Wasekjen Partai Demokrat, Jansen Sitindaon, mengomentari pertemuan Politikus senior PDI Perjuangan (PDIP) Budiman Soedjatmiko dan Bakal calon presiden dari Partai Gerindra Prabowo Subianto.
Jansen yang menjadi tim sukses Prabowo di Pilpres 2019 lalu menilai tidak ada batasan terhadap tim rekruitmen belakangan layar Prabowo. Ia bahkan memprediksi ‘transfer pemain’ terlihat belum akan berhenti bahkan akan terus berlanjut.
“Ngeriii.. No limit kelihatannya tim rekruitmen belakang layar pak Prabowo ini. Transfer pemain baru kelihatannya belum akan berhenti terus lanjut,” ujar Jansen, dikutip Suara Liberte dari akun Twitter @jansen_jsp pada Kamis (20/7/2023).
Ia menyoroti banyaknya rekan-rekan yang mengkritik keras Prabowo di Pilpres 2019 sekarang justru beralih mendukung Prabowo.
Elit Partai Demokrat itu mengingatkan tujuan semua rekan-rekan seperjuangan adalah untuk menjaga Pemilu berjalan bebas dan tanpa rasa takut.
“Selamat untuk seluruh teman-teman yang sekarang sudah ada di tim Pak PS. Komitmen kita bersama, di tim manapun kita nanti: mari kita jaga Pemilu kita ini bebas dan tanpa rasa takut,” ujar Jansen.

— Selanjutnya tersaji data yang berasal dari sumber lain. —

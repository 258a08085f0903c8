#include "crystal/site.hpp"

#include <algorithm>
#include <array>
#include <cmath>
#include <cstdio>
#include <limits>

#include "crystal/fraction_matrix.hpp"

namespace spinsieve {

Orbit::Orbit(const SpaceGroup& group, const FractionVector& position) {
  const FractionVector first = group.lattice_reduced(position);
  std::vector<FractionVector> reduced;
  atom_of_operation_.resize(group.order());
  for (std::size_t g = 0; g < group.order(); ++g) {
    const FractionVector image = group.lattice_reduced(group.operations()[g].apply(position));
    const auto found = std::find(reduced.begin(), reduced.end(), image);
    atom_of_operation_[g] = static_cast<std::uint8_t>(found - reduced.begin());
    if (found == reduced.end()) {
      reduced.push_back(image);
      atoms_.push_back({g == 0 ? position : image, g});
    }
    if (image == first) site_group_.push_back(g);
  }
}

Orbit::Image Orbit::image(const SpaceGroup& group, std::size_t operation, std::size_t atom) const {
  // Operation atoms_[atom].operation sends the first atom to this one, modulo the lattice.
  const std::size_t to = atom_of_operation_[group.product(operation, atoms_[atom].operation)];
  const FractionVector moved = group.operations()[operation].apply(atoms_[atom].position);
  return {to, moved - atoms_[to].position};
}

namespace {

/// A finite group of exact operations about one point, kept closed.
class PointStabiliser {
 public:
  /// Adds an operation and closes. False, and no change, when the group would not fix a point.
  bool add(const Operation& operation) {
    std::vector<Operation> trial = operations_;
    std::vector<Operation> fresh{operation};
    while (!fresh.empty()) {
      const Operation next = fresh.back();
      fresh.pop_back();
      const auto known = std::find_if(trial.begin(), trial.end(), [&next](const Operation& o) {
        return o.rotation == next.rotation;
      });
      if (known != trial.end()) {
        if (known->translation != next.translation) return false;  // A translation: no fixed point.
        continue;
      }
      trial.push_back(next);
      const std::size_t count = trial.size();
      for (std::size_t i = 0; i < count; ++i) {
        fresh.push_back(trial[i] * next);
        fresh.push_back(next * trial[i]);
      }
    }
    operations_ = std::move(trial);
    return true;
  }

  /// The mean of all images of a position, a point that every operation fixes.
  FractionVector fixed_point(const FractionVector& position) const {
    FractionVector sum{};
    for (const Operation& operation : operations_) sum = sum + operation.apply(position);
    return Fraction(1, static_cast<std::int64_t>(operations_.size())) * sum;
  }

 private:
  std::vector<Operation> operations_{Operation{}};
};

Fraction largest_component(const FractionVector& v) {
  Fraction largest;
  for (const Fraction x : v) largest = std::max(largest, std::max(x, -x));
  return largest;
}

struct NearbyImage {
  Fraction distance;  ///< Largest component of operation · position − position.
  Operation operation;
};

/// Operations, with lattice vectors, that move the position by at most the limit; nearest first.
std::vector<NearbyImage> nearby_images(const SpaceGroup& group, const FractionVector& position,
                                       Fraction limit) {
  std::vector<NearbyImage> images;
  for (const Operation& operation : group.operations())
    for (const FractionVector& centring : group.centrings()) {
      Operation moved = operation;
      moved.translation = moved.translation + centring;
      const FractionVector step = moved.apply(position) - position;
      for (std::size_t i = 0; i < 3; ++i)
        moved.translation[i] -= Fraction((step[i] + Fraction(1, 2)).floor());
      const Fraction distance = largest_component(moved.apply(position) - position);
      if (distance <= limit) images.push_back({distance, moved});
    }
  std::stable_sort(images.begin(), images.end(), [](const NearbyImage& a, const NearbyImage& b) {
    return a.distance < b.distance;
  });
  return images;
}

/// The special position of highest site symmetry within the tolerance, built up greedily.
FractionVector special_position(const SpaceGroup& group, const FractionVector& position,
                                Fraction tolerance) {
  PointStabiliser stabiliser;
  FractionVector best = position;
  // A point x within the tolerance e of a fixed point moves by at most (1 + Σ|R|) e per component,
  // and no row of a rotation in crystal axes exceeds 2 in sum: three of them are allowed for.
  for (const NearbyImage& image : nearby_images(group, position, Fraction(4) * tolerance)) {
    PointStabiliser trial = stabiliser;
    if (!trial.add(image.operation)) continue;
    const FractionVector fixed = trial.fixed_point(position);
    if (largest_component(fixed - position) > tolerance) continue;
    stabiliser = std::move(trial);
    best = fixed;
  }
  return best;
}

}  // namespace

SnappedPosition snapped(const SpaceGroup& group, const FractionVector& position) {
  const FractionVector special = special_position(group, position, snap_tolerance);
  return {special, special != position};
}

namespace {

std::string two_decimals(double value) {
  std::array<char, 32> text{};
  const int length = std::snprintf(text.data(), text.size(), "%.2f", value);
  return {text.data(), static_cast<std::size_t>(length)};
}

/// The shortest distance between two positions over all lattice vectors between nearby cells; the
/// images of one position onto itself are left out by the caller.
double shortest_distance(const SpaceGroup& group, const Cell& cell, const FractionVector& a,
                         const FractionVector& b) {
  double shortest = std::numeric_limits<double>::infinity();
  for (const FractionVector& centring : group.centrings()) {
    const Vector3 start = to_double(modulo_one(a - b + centring));
    for (int i = -2; i <= 1; ++i)
      for (int j = -2; j <= 1; ++j)
        for (int k = -2; k <= 1; ++k)
          shortest = std::min(shortest, cell.distance({start[0] + i, start[1] + j, start[2] + k}));
  }
  return shortest;
}

void require_open_orbit(const SpaceGroup& group, const Cell& cell, const Site& site,
                        const Orbit& orbit) {
  for (std::size_t j = 1; j < orbit.atoms().size(); ++j) {
    const double distance =
        shortest_distance(group, cell, site.position, orbit.atoms()[j].position);
    if (distance >= shortest_contact) continue;
    const double shortest_axis = std::min({cell.a(), cell.b(), cell.c()});
    // Two images at distance d surround a special position at d/2 or a little more.
    const Fraction reach(static_cast<std::int64_t>(std::ceil(1000 * distance / shortest_axis)),
                         1000);
    const FractionVector offered = special_position(group, site.position, reach);
    std::string message = "site " + site.label + " at " + to_string(site.position) +
                          ": two of its symmetry-equivalent atoms are " + two_decimals(distance) +
                          " Å apart; at least " + two_decimals(shortest_contact) + " Å are needed";
    if (offered != site.position)
      message += ", write " + to_string(offered) + " for the special position nearby";
    throw Error(site.place, message);
  }
}

}  // namespace

void require_distinct_sites(const SpaceGroup& group, const Cell& cell,
                            std::span<const Site> sites) {
  std::vector<Orbit> orbits;
  for (const Site& site : sites) {
    orbits.emplace_back(group, site.position);
    require_open_orbit(group, cell, site, orbits.back());
  }
  for (std::size_t i = 0; i < sites.size(); ++i)
    for (std::size_t j = 0; j < i; ++j)
      for (const OrbitAtom& atom : orbits[j].atoms()) {
        const double distance = shortest_distance(group, cell, sites[i].position, atom.position);
        if (distance < shortest_contact)
          throw Error(sites[i].place, "sites " + sites[j].label + " and " + sites[i].label +
                                          " are " + two_decimals(distance) + " Å apart; at least " +
                                          two_decimals(shortest_contact) +
                                          " Å are needed between two sites");
      }
}

std::vector<FractionVector> free_directions(const SpaceGroup& group, const Orbit& orbit) {
  std::vector<FractionVector> rows;
  for (const std::size_t g : orbit.site_group()) {
    const FractionMatrix R = to_fractions(group.operations()[g].rotation);
    for (std::size_t i = 0; i < 3; ++i) {
      FractionVector row = R[i];
      row[i] -= Fraction(1);
      rows.push_back(row);
    }
  }
  return null_space(rows);
}

}  // namespace spinsieve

Selain itu, Jansen juga berpesan untuk tidak memainkan politik jegal-jegalan dan membiarkan semua orang memiliki peluang yang sama.
“Tak usahlah kita mainkan politik jegal-jegalan. Biarkan saja semua yang punya peluang untuk maju, biar nanti suara rakyat yang menentukan siapa yang menang dan terpilih,” ujar Jansen.
Sebelumnya, Budiman Sudjatmiko bertemu dengan Prabowo pada Selasa (18/7/2023). Dia mengatakan bahwa pertemuannya itu atas keinginannya sendiri, tidak mewakili partai.
Baca Juga: Ada Wong Pasar Kliwon Solo, Ini Susunan Komite PSSI Kepengurusan Erick Thohir
“Saya ingin mengatakan bahwa ini tidak mewakili partai, ini pribadi,” katanya usai bertemu Prabowo di Jalan Kertanegara, Jakarta Selatan, dikutip dari Suara.com.